In the material below, the lines from the one containing "if (values.length === 0) return [];" through the one containing "columns(statement: Statement): Promise<Columns>;" are to be given again exactly, ends included, and no others.

┄┄┄┄┄┄┄┄┄┄

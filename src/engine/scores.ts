import type { Plan } from "../plan/index.ts";
import { type Engine, nano, real, whole } from "./engine.ts";
import { quotient } from "./nano.ts";
import { scaleOver } from "./pivot.ts";
import {
  type Dialect,
  doubleValue,
  EACH_BUCKET,
  extremes,
  type Over,
  type Statement,
  score,
  totals,
} from "./sql/index.ts";
import { doubleTables } from "./tables.ts";
import type { ScoreTable } from "./types.ts";

/** A ratio's score as the engine computes it, and its cells. */
export interface Score {
  readonly d: Statement;
  readonly table: ScoreTable;
}

/** Each ratio's score; a and b are its numerator, after the cap, and its denominator. */
export async function scoreTables(
  plan: Plan,
  ratios: readonly { readonly a: Statement; readonly b: Statement }[],
  engine: Engine,
  dialect: Dialect,
): Promise<Score[]> {
  if (ratios.length === 0) return [];
  const sums = await engine.query(totals(ratios.flatMap(({ a, b }) => [a, b])));
  const scores = ratios.map(({ a, b }, i) => {
    const arms = plan.variants.map((_, v) => {
      const row = sums.find((found) => Number(found.variant) === v);
      if (row === undefined || row[`total${2 * i}`] === null) return null;
      const totalOfB = nano(row, `total${2 * i + 1}`);
      if (totalOfB === 0n) return null;
      const n = whole(row, `n${2 * i + 1}`);
      const ratio = ratioOf(nano(row, `total${2 * i}`), totalOfB);
      return { ratio, meanOfB: ratioOf(totalOfB, n * 1_000_000_000n) };
    });
    return score(a, b, arms, dialect);
  });
  const tables = await unpivoted(scores, engine);
  return scores.flatMap((d, i) => {
    const table = tables[i];
    return table === undefined ? [] : [{ d, table }];
  });
}

/** Cells of doubles over the analysed units, or the rows that `over` names, each over the smallest power of two that reaches all of them. */
export async function unpivoted(
  values: readonly Statement[],
  engine: Engine,
  over: Over = EACH_BUCKET,
): Promise<ScoreTable[]> {
  if (values.length === 0) return [];
  const [ends = {}] = await engine.query(extremes(values, over.from));
  const scales = values.map((_, i) =>
    ends[`least${i}`] == null
      ? 1
      : scaleOver(Math.max(Math.abs(real(ends, `least${i}`)), Math.abs(real(ends, `most${i}`)))),
  );
  return doubleTables(
    values.map((x, i) => ({ value: doubleValue(x, scales[i] ?? 1), scale: scales[i] ?? 1, over })),
    engine,
  );
}

export const ratioOf = (a: bigint, b: bigint): number => (b < 0n ? quotient(-a, -b) : quotient(a, b));
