import type { Statement } from "./sql/sql.ts";

/** A value as an engine gives it back: whole numbers as bigint, decimals in 10^-9 as { nano }, text, doubles, booleans. */
export type Value = bigint | number | string | boolean | null | { readonly nano: bigint };
export type Row = Readonly<Record<string, Value>>;

/** What the stages need of an engine. */
export interface Engine {
  readonly name: string;
  readonly version: string;
  run(statement: Statement): Promise<void>;
  query(statement: Statement): Promise<Row[]>;
  /** The same rows by column, where they are many: an object a row would cost more than the statement. */
  columns(statement: Statement): Promise<Columns>;
  /** As query, of a statement that numbers records as their file has them; while it runs, no other may. */
  queryInFileOrder(statement: Statement): Promise<Row[]>;
  /** Stops the statement that runs; it fails with an error. */
  interrupt(): void;
  close(): void;
}

/** What a statement gives, column by column, each as the type that its statement promises; none holds NULL. */
export interface Columns {
  readonly length: number;
  wholes(column: string): bigint[];
  /** Whole numbers that a double holds. */
  counts(column: string): number[];
  reals(column: string): number[];
  /** Exact decimals, in 10^-9. */
  nanos(column: string): bigint[];
}

/** Parsing at the border: a column of a row as the type that its statement promises. */
export function whole(row: Row, column: string): bigint {
  const value = row[column];
  if (typeof value === "bigint") return value;
  if (typeof value === "number" && Number.isSafeInteger(value)) return BigInt(value);
  throw new Error(`column ${column} holds ${String(value)}, expected a whole number`);
}
export const wholeOrNull = (row: Row, column: string): bigint | null =>
  row[column] == null ? null : whole(row, column);

export function count(row: Row, column: string): number {
  const value = Number(whole(row, column));
  if (!Number.isSafeInteger(value)) throw new Error(`column ${column} holds ${value}, more than can be counted`);
  return value;
}

export function text(row: Row, column: string): string {
  const value = row[column];
  if (typeof value === "string") return value;
  throw new Error(`column ${column} holds ${String(value)}, expected text`);
}
export const textOrNull = (row: Row, column: string): string | null => (row[column] == null ? null : text(row, column));

export function real(row: Row, column: string): number {
  const value = row[column];
  if (typeof value === "number" && Number.isFinite(value)) return value;
  throw new Error(`column ${column} holds ${String(value)}, expected a finite number`);
}

/** An exact decimal, in 10^-9. */
export function nano(row: Row, column: string): bigint {
  const value = row[column];
  if (typeof value === "object" && value !== null) return value.nano;
  throw new Error(`column ${column} holds ${String(value)}, expected a decimal`);
}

┄┄┄┄┄┄┄┄┄┄

- _Response_
  if (values.length === 0) return [];
  const [ends = {}] = await engine.query(extremes(values, over.from));
  const scales = values.map((_, i) =>
    ends[`least${i}`] == null
      ? 1
      : scaleOver(Math.max(Math.abs(real(ends, `least${i}`)), Math.abs(real(ends, `most${i}`)))),
  );
  return doubleTables(
    values.map((x, i) => ({ value: doubleValue(x, scales[i] ?? 1), scale: scales[i] ?? 1, over })),
    engine,
  );
}

export const ratioOf = (a: bigint, b: bigint): number => (b < 0n ? quotient(-a, -b) : quotient(a, b));
import type { Statement } from "./sql/sql.ts";

/** A value as an engine gives it back: whole numbers as bigint, decimals in 10^-9 as { nano }, text, doubles, booleans. */
export type Value = bigint | number | string | boolean | null | { readonly nano: bigint };
export type Row = Readonly<Record<string, Value>>;

/** What the stages need of an engine. */
export interface Engine {
  readonly name: string;
  readonly version: string;
  run(statement: Statement): Promise<void>;
  query(statement: Statement): Promise<Row[]>;
  /** The same rows by column, where they are many: an object a row would cost more than the statement. */
  columns(statement: Statement): Promise<Columns>;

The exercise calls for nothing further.